Opinion
9113
May 20, 1915.
Before PRINCE, J., Columbia, February, 1914. Modified.
Action by Mary Etta Cathcart Clark and others against the Southern Express Company. From a judgment for plaintiffs, defendant appeals.
The case was heard upon the following agreed statement of facts:
The plaintiff is a resident of the city of Columbia, State of South Carolina. The defendant is a corporation organized and existing under and by virtue of the laws of the State of Georgia, and is engaged in the business of a common carrier of express matter, for hire, between points within the State of South Carolina, and also between points in said State and points in other States and the District of Columbia.
That on or about the 21st day of October, 1912, there was shipped from New York city, in the State of New York, to the plaintiff, at Columbia, S.C. by the Adams Express Company, a common carrier, for hire, of express matter between points in the State of New York and points in other States and the District of Columbia, one thermos bottle, of the value of five ($5.00) dollars.
That said Adams Express Company transported said bottle to the city of Washington, D.C., and there delivered the same to the defendant herein, to be by it transported to the city of Columbia, S.C. and there delivered to the plaintiff herein.
That on the 24th day of October, 1912, the said bottle arrived in said city of Columbia, and was, on said date, delivered by the defendant to the plaintiff. That when said bottle was received by the plaintiff from the defendant, it was found to be so broken and damaged as to be wholly valueless.
That the place where said damages occurred is unknown to the parties hereto, nor is it known as to which of said carriers was in possession of said bottle at the time that same was damaged.
That on the 27th day of January, 1913, the plaintiffs duly filed her claim with defendant's agent at Columbia, S.C. for the damage to said shipment, and that, said claim not having been paid by defendant, this action was commenced by plaintiffs on the 13th day of March, 1913, to recover the value of said bottle and a penalty of $50.00.
The magistrate gave judgment in favor of said plaintiffs and against said defendant for the sum of five ($5.00) dollars, the value of said thermos bottle, and fifty ($50.00) dollars, the penalty provided in section 2573 of volume I, Code of Laws of South Carolina for 1912, this judgment being affirmed by the Circuit Court.
Messrs.

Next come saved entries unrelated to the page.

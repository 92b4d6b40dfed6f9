import { myBookings } from '$lib/server/bookings/my-bookings';
import { requireViewer } from '$lib/server/guard';
import type { PageServerLoad } from './$types';

export const load: PageServerLoad = async (event) => {
	const { personId } = requireViewer(event, 'bookings:write-own');
	const { now } = event.locals;
	return { ...(await myBookings(personId, { now })), now };
};
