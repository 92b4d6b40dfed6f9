import { defineConfig, devices } from '@playwright/test';

const chromium = {
	executablePath: '/usr/bin/chromium',
	args: [
		'--no-sandbox',
		'--disable-gpu',
		'--disable-quic',
		'--no-first-run',
		'--disable-background-networking',
		'--disable-component-update',
		'--disable-sync'
	]
};

/** Each journey runs at desktop and at phone width; the built app is started by its own fixture (tests/support/app.ts). */
export default defineConfig({
	testDir: 'tests/e2e',
	testMatch: '**/*.e2e.ts',
	fullyParallel: false,
	// Journeys wait more than they work: three keep two cores busy.
	workers: 3,
	forbidOnly: true,
	retries: 1,
	timeout: 180_000,
	expect: { timeout: 15_000 },
	reporter: [['list'], ['json', { outputFile: 'test-results/e2e.json' }]],
	use: { launchOptions: chromium, trace: 'off', locale: 'en-IE', timezoneId: 'Europe/Dublin' },
	projects: [
		{ name: 'desktop', use: { viewport: { width: 1280, height: 800 } } },
		{
			name: 'phone',
			use: { ...devices['Pixel 7'], viewport: { width: 390, height: 844 }, launchOptions: chromium }
		}
	]
});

Barron, McKay, Frierson Moffatt, for appellant, submit: Sections 2573 and 2572 of volume I, Code of Laws of South Carolina for 1912, are unconstitutional as applied to interstate shipments, because they attempt to regulate interstate commerce and constitute a direct burden upon said commerce, and because Congress, by the act of June 29th, 1906, has exerted its exclusive right to regulate the same subject matter, and cite: 163 U.S. 299; 217 U.S. 524; 158 U.S. 98; 222 U.S. 424; 79 S.E. 311; 219 U.S. 186. Sec. 2572 construed in 78 S.C. 81; 87 S.C. 206; 88 S.C. 310. Presumption at common law: 66 S.C. 477. Constitutionality of Georgia statute: 196 U.S. 194; note 31 L.R.A. (N.S.) 102. Rights prior to statute: 78 S.C. 49. Presumption as to place of loss is not applicable to interstate shipments: 131 S.W. 1187, 1188. Cases reviewed: 216 U.S. 122; 79 S.E. 310; 79 S.C. 700; 222 U.S. 424; 169 U.S. 133; 18 Sup. Ct. Rep. 29; 226 U.S. 491; 61 So. 194, 197.
Messrs. Logan Edmunds and C.T. Graydon, for respondent.

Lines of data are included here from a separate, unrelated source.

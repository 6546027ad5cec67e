import { requireFinite, requirePositive } from '@/lib/units/require-number';
import type { AntoineSet } from './vapour-pressure-data';

/** How far beyond its fitted range a set may be used, °C. Further out Antoine bends away from the truth. */
export const ANTOINE_EXTRAPOLATION_C = 5;

export type AntoineReach = 'inside' | 'extrapolated' | 'outside';

/** Whether a temperature lies in the set's range, up to 5 °C beyond it, or outside. */
export function antoineReach(set: AntoineSet, temperatureC: number): AntoineReach {
  requireFinite('Temperature (°C)', temperatureC);
  if (set.tMinC > set.tMaxC) throw new RangeError('The Antoine range has its limits swapped.');
  if (temperatureC >= set.tMinC && temperatureC <= set.tMaxC) return 'inside';
  const beyond = Math.max(set.tMinC - temperatureC, temperatureC - set.tMaxC);
  return beyond <= ANTOINE_EXTRAPOLATION_C ? 'extrapolated' : 'outside';
}

/** Vapour pressure in kPa: log10(P/kPa) = a - b/(t + c). Does not look at the range: see antoineReach. */
export function antoinePressureKPa(set: AntoineSet, temperatureC: number): number {
  requireFinite('Temperature (°C)', temperatureC);
  const denominator = temperatureC + set.c;
  if (denominator <= 0) throw new RangeError(`${temperatureC} °C is below the pole of the Antoine equation.`);
  return 10 ** (set.a - set.b / denominator);
}

/** Boiling point in °C at a pressure in kPa. Does not look at the range: see antoineReach. */
export function antoineBoilingPointC(set: AntoineSet, pressureKPa: number): number {
  const remainder = set.a - Math.log10(requirePositive('Pressure (kPa)', pressureKPa));
  if (remainder <= 0)
    throw new RangeError(`${pressureKPa} kPa is above what the Antoine equation can reach.`);
  return set.b / remainder - set.c;
}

May 20, 1915. The opinion of the Court was delivered by
The question presented by this appeal is foreclosed by the decision of this Court in the case of Varnville Furniture Co. v. Railway, 98 S.C. 63, 79 S.E. 700.
Appellant asked leave to amend its exception by adding thereto a ground which was not taken in the Courts below. If the exception had been taken in due time, this Court would not have considered the additional ground upon which the constitutionality of the statute is sought to be assailed, because it is well settled by numerous decisions that this Court will not consider any point raised by an exception, unless it appears in the record that it was presented to, or considered by, the Court below.
Judgment affirmed. Let the remittitur be stayed for 30 days to enable appellant to apply for a writ of error.
Thereafter, during the period the remittitur was stayed, a petition for rehearing was filed, and the decision of the United States Supreme Court in Charleston Western Carolina Ry. Co. v. Varnville Furniture Co., 237 U.S. 597, 35 Sup. Ct. 715, 100 S.C. 229a, was filed.
The petition for rehearing being considered, the Court filed the following order, July 8, 1915:
Upon consideration of the within petition, it is ordered that the judgment of this Court heretofore filed affirming the judgment of the Circuit Court be modified, and that the judgment of the Circuit Court be reversed, unless the plaintiff shall, within 20 days after notice of the filing of the remittitur herein, remit so much of the judgment as includes the penalty recovered, and, upon such remittitur being entered, that the judgment of the Circuit Court be affirmed.